# $\displaystyle\int_0^\infty\frac{e^{-2x}x}{(1+e^{-x})^4} \mathrm{d}x=\frac16\left(\ln2-\frac14\right)$. But I don't know how my calculation went wrong

Let $$e^{-x}=:t$$,
get $$\def\dd{\mathrm{d}} x=-\ln t,\, \dd x = -\dfrac1t \dd t;\; t\colon1\!\backsim\!0$$,
hence \def\dd{\mathrm{d}} \begin{align*} I &= \int_1^0 \frac{t\ln t}{(1+t)^4}\dd t \\ &= \frac13\int_0^1 t\ln t\,\dd(1+t)^{-3} \\ &= \underbrace{\frac13\left.\frac{t\ln t}{(1+t)^3}\right|_0^1}_{\kern.48em=~0} +\frac13\int_1^0 (1+\ln t)(1+t)^{-3}\dd t \\ &= \frac16\int_0^1 (1+\ln t)\,\dd(1+t)^{-2} \\ &= \frac16\,\underbrace{\!\left.\frac{1+\ln t}{(1+t)^2}\right|_0^1}_{=\raise{-0.05em}{\large\frac14}-1{\color{#F03}{-\ln0}}} +\frac16\int_1^0 \frac{\dd t}{t(1+t)^2}. \end{align*}

(The part marked in $$\color{#F03}{\text{red}}$$ is exactly the strange and possibly wrong part)
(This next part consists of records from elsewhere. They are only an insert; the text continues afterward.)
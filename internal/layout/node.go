package layout

import (
	"bytes"
	"errors"
	"fmt"
	"io"
	"regexp"
	"strconv"
	"strings"
	"unicode"

	"go.yaml.in/yaml/v3"

	"arcwright/internal/units"
)

// decoder walks the YAML tree of one layout file and collects every problem
// it finds.
type decoder struct {
	file    string
	errs    Errors
	warns   []Warning
	lenUnit string       // symbol that a bare length is read in
	lenBad  bool         // units.length is unusable: bare lengths cannot be read
	sys     units.System // how lengths are printed in messages
}

// add records a problem classified by kind (a sentinel error), caused by
// cause (nil, or the error of another package that msg reports).
func (d *decoder) add(kind, cause error, line int, field, msg string) {
	d.errs = append(d.errs, &Error{File: d.file, Line: line, Field: field, Msg: msg, kind: kind, cause: cause})
}

// errorf records a problem with a formatted message.
func (d *decoder) errorf(kind error, line int, field, format string, args ...any) {
	d.add(kind, nil, line, field, fmt.Sprintf(format, args...))
}

// warnf records a warning.
func (d *decoder) warnf(line int, field, format string, args ...any) {
	d.warns = append(d.warns, Warning{File: d.file, Line: line, Field: field, Msg: fmt.Sprintf(format, args...)})
}

// yamlLine matches the line number in the parser's messages.
var yamlLine = regexp.MustCompile(`^yaml: line (\d+): (.*)$`)

// syntax records a parser error with its line.
func (d *decoder) syntax(err error) {
	msg := err.Error()
	line := 0
	if m := yamlLine.FindStringSubmatch(msg); m != nil {
		line, _ = strconv.Atoi(m[1])
		msg = m[2]
	} else {
		msg = strings.TrimPrefix(msg, "yaml: ")
	}
	d.add(ErrSyntax, err, line, "", "bad YAML: "+msg)
}

// noLayout is the message for a file with no YAML document, or an empty one.
const noLayout = "the file holds no layout (`arcwright init` writes a starter)"

// parse reads data as one YAML document and returns its root node, or nil
// after recording why there is none.
func (d *decoder) parse(data []byte) *yaml.Node {
	if !d.checkText(data) {
		return nil
	}
	dec := yaml.NewDecoder(bytes.NewReader(data))
	var doc yaml.Node
	if err := dec.Decode(&doc); err != nil {
		if errors.Is(err, io.EOF) {
			d.errorf(ErrSyntax, 0, "", noLayout)
		} else {
			d.syntax(err)
		}
		return nil
	}
	var extra yaml.Node
	switch err := dec.Decode(&extra); {
	case errors.Is(err, io.EOF):
	case err != nil:
		d.syntax(err)
		return nil
	default:
		line := extra.Line
		if len(extra.Content) > 0 {
			line = extra.Content[0].Line
		}
		d.errorf(ErrSyntax, line, "", "a second YAML document starts here; want one layout per file")
	}
	root := &doc
	if doc.Kind == yaml.DocumentNode && len(doc.Content) == 1 {
		root = doc.Content[0]
	}
	if root.Kind == yaml.DocumentNode || isNull(root) {
		d.errorf(ErrSyntax, 0, "", noLayout)
		return nil
	}
	if !d.checkTree(root, 1) {
		return nil
	}
	return root
}

// describe names what a node is, for "got …" in messages.
func describe(n *yaml.Node) string {
	switch n.Kind {
	case yaml.MappingNode:
		return "a map"
	case yaml.SequenceNode:
		return "a list"
	case yaml.ScalarNode:
		if isNull(n) {
			return "nothing"
		}
		return strconv.Quote(n.Value)
	case yaml.AliasNode:
		return "an alias"
	case yaml.DocumentNode:
		return "a document"
	}
	return "an unknown YAML node"
}

// isNull reports whether n is an empty value ("key:" with nothing after it,
// "~" or "null").
func isNull(n *yaml.Node) bool {
	return n.Kind == yaml.ScalarNode && n.ShortTag() == "!!null"
}

// alias reports, and records as a problem, an alias node: the format has
// no anchors and aliases, so every value is written where it is used.
func (d *decoder) alias(n *yaml.Node, field string) bool {
	if n.Kind != yaml.AliasNode {
		return false
	}
	d.errorf(ErrInvalid, n.Line, field, "aliases (*%s) are not supported; write the value out", n.Value)
	return true
}

// scalar returns the text of a scalar node; want says what was expected,
// for the message when n is a map or a list. An empty value gives "".
func (d *decoder) scalar(n *yaml.Node, field, want string) (string, bool) {
	if d.alias(n, field) {
		return "", false
	}
	if n.Kind != yaml.ScalarNode {
		d.errorf(ErrWrongType, n.Line, field, "want %s, got %s", want, describe(n))
		return "", false
	}
	if isNull(n) {
		return "", true
	}
	return n.Value, true
}

// list returns the items of a sequence node. An absent (nil) or empty value
// is an empty list.
func (d *decoder) list(n *yaml.Node, field string, line int, want string) ([]*yaml.Node, bool) {
	if n == nil {
		return nil, true
	}
	if d.alias(n, field) {
		return nil, false
	}
	switch {
	case isNull(n):
		return nil, true
	case n.Kind != yaml.SequenceNode:
		d.errorf(ErrWrongType, line, field, "want %s, got %s", want, describe(n))
		return nil, false
	}
	return n.Content, true
}

// section is a YAML map being read: its values by key, and where to report
// a key that is missing from it.
type section struct {
	d        *decoder
	path     string // field path of the map itself; "" at the top level
	line     int    // line of the key that holds the map, or of the list item
	vals     map[string]*yaml.Node
	keyLines map[string]int
	isMap    bool // false when the value was not a map (already reported)
}

// section reads the map n found at path, reporting keys that are not in
// known and keys given twice. line is where a missing key is reported. A nil
// n (the key is absent) or an empty value gives an empty section.
func (d *decoder) section(n *yaml.Node, path string, line int, known []string) *section {
	s := &section{d: d, path: path, line: line, vals: map[string]*yaml.Node{}, keyLines: map[string]int{}, isMap: true}
	if n == nil || isNull(n) {
		return s
	}
	if d.alias(n, path) {
		s.isMap = false
		return s
	}
	if n.Kind != yaml.MappingNode {
		d.errorf(ErrWrongType, line, path, "want a map of keys (%s), got %s", strings.Join(known, ", "), describe(n))
		s.isMap = false
		return s
	}
	where := path
	if where == "" {
		where = "the top level"
	}
	for i := 0; i+1 < len(n.Content); i += 2 {
		k, v := n.Content[i], n.Content[i+1]
		if k.Kind != yaml.ScalarNode {
			d.errorf(ErrWrongType, k.Line, path, "want a key name, got %s", describe(k))
			continue
		}
		if first, dup := s.keyLines[k.Value]; dup {
			d.errorf(ErrSyntax, k.Line, s.field(k.Value), "key %q is given twice (first at line %d)", k.Value, first)
			continue
		}
		if !contains(known, k.Value) {
			d.add(ErrUnknownKey, nil, k.Line, s.field(k.Value), unknownKeyMsg(k.Value, where, known))
			continue
		}
		s.vals[k.Value] = v
		s.keyLines[k.Value] = k.Line
	}
	return s
}

// get returns the value of key, or nil when it is absent.
func (s *section) get(key string) *yaml.Node { return s.vals[key] }

// has reports whether key is present.
func (s *section) has(key string) bool { return s.vals[key] != nil }

// field returns the path of key inside the section.
func (s *section) field(key string) string {
	if strings.IndexFunc(key, func(r rune) bool { return !unicode.IsPrint(r) }) >= 0 {
		key = strconv.QuoteToASCII(key) // a key such as "\e[2J" must not reach the terminal raw
	}
	if s.path == "" {
		return key
	}
	return s.path + "." + key
}

// keyLine returns the line of key, or the section's line when it is absent.
func (s *section) keyLine(key string) int {
	if l, ok := s.keyLines[key]; ok {
		return l
	}
	return s.line
}

// need returns the value of key and records a missing key (want says what
// was expected) when it is absent from a map.
func (s *section) need(key, want string) *yaml.Node {
	n := s.vals[key]
	if n == nil && s.isMap {
		s.d.errorf(ErrMissing, s.line, s.field(key), "missing; want %s", want)
	}
	return n
}

// sub reads the map held by key as a section.
func (s *section) sub(key string, known []string) *section {
	return s.d.section(s.get(key), s.field(key), s.keyLine(key), known)
}

// needSub reads the map held by a required key. When the key is absent it
// records one missing key, and the returned section reports nothing more.
func (s *section) needSub(key, want string, known []string) *section {
	if s.need(key, want) == nil {
		return &section{d: s.d, path: s.field(key), line: s.line, vals: map[string]*yaml.Node{}, keyLines: map[string]int{}}
	}
	return s.sub(key, known)
}

// contains reports whether list holds w.
func contains(list []string, w string) bool {
	for _, v := range list {
		if v == w {
			return true
		}
	}
	return false
}

// index returns the path of item i of the list at path: "arrays[2]".
func index(path string, i int) string { return path + "[" + strconv.Itoa(i) + "]" }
As to $$\displaystyle I_1 = \int_1^0 \frac{\mathrm{d}t}{t(1+t)^2}$$,
let $$t=\dfrac1u$$,
get $$\def\dd{\mathrm{d}} u=\dfrac1t,\, \dd t = -u^{-2}\dd u;\; u\colon1\!\backsim\!\infty$$,
hence \def\dd{\mathrm{d}} \begin{align*} I_1 &= \int_\infty^1 \frac{u}{(1+u)^2}\dd u \\ &= \int_\infty^1 \frac{(1+u)-1}{(1+u)^2}\dd u \\ &= \int_\infty^1 \frac{\dd(1+u)}{1+u} - \int_\infty^1 \frac{\dd(1+u)}{(1+u)^2} \\ &= \biggl.\ln(1+u)\biggr|_\infty^1 + \left.\frac1{1+u}\right|_\infty^1 \\ &= \ln2 {\color{#F03}{-\ln(1+\infty)}} + \frac12. \end{align*}

Therefore \begin{align*} I &= \frac16\left(\frac14-1-\ln0 + \ln2-\ln(1+\infty)+\frac12\right) \\ &= \frac16\left(\ln2-\frac14\right) {\color{#F03}{-\frac16\ln(0\cdot\infty)}}. \end{align*}

(And it would be great if there was a faster way to solve it!)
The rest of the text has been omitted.